▶ Problem statement
Reply only with how many lines in these entries hold the string "voltages".

▶ Material for this task
··········

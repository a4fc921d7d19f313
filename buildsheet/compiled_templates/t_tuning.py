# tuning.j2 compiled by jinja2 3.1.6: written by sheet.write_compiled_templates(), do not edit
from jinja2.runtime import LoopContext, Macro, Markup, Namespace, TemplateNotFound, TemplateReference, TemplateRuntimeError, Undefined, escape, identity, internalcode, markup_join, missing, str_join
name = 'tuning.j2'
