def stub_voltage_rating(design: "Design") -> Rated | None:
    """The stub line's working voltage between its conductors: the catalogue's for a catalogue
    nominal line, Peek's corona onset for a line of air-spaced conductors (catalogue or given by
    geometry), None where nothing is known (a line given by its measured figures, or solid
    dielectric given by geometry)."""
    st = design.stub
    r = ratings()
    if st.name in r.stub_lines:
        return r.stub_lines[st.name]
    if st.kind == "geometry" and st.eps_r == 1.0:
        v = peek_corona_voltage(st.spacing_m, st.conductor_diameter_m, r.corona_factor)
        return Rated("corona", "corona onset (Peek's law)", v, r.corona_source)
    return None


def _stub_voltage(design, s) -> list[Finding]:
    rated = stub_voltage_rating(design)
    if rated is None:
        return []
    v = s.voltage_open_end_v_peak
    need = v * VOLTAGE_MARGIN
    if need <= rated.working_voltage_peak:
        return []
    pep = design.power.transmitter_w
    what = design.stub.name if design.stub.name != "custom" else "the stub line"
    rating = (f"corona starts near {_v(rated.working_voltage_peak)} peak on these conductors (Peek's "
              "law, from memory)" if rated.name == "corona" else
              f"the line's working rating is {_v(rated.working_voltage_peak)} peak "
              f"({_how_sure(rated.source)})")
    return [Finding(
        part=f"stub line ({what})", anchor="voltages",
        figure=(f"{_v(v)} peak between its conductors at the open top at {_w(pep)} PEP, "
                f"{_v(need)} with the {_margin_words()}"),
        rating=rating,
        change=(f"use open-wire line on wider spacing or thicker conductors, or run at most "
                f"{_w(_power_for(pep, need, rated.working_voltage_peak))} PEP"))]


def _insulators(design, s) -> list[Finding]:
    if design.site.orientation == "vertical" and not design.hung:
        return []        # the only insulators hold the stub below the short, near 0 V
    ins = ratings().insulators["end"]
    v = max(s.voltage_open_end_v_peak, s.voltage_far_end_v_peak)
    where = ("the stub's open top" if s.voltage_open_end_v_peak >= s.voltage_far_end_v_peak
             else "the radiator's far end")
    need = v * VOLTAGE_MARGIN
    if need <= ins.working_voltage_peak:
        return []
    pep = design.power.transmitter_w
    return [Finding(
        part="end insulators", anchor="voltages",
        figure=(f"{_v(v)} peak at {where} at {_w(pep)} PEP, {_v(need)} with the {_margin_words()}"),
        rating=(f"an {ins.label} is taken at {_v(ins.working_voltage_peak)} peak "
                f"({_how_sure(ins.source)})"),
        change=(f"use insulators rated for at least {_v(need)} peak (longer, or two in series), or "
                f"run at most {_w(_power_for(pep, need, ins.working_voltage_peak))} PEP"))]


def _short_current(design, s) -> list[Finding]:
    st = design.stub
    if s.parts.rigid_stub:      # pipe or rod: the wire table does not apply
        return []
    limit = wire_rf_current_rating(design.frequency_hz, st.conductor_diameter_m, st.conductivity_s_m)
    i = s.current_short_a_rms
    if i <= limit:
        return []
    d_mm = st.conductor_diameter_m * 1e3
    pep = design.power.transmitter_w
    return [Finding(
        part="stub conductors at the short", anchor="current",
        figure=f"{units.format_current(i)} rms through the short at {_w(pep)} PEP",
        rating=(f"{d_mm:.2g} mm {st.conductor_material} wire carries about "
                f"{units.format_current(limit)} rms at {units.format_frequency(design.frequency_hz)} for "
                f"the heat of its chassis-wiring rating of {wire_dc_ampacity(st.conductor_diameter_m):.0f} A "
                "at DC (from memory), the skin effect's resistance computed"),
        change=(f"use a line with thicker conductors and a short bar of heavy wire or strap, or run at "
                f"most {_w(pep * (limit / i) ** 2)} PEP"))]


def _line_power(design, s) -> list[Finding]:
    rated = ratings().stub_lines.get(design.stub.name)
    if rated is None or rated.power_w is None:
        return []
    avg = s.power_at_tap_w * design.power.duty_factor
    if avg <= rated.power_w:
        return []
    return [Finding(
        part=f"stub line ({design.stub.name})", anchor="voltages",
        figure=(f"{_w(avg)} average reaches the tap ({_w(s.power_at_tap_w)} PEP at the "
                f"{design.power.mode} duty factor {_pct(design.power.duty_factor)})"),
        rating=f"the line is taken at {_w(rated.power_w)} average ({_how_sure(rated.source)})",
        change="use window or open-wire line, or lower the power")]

··········

▶ The completed task
3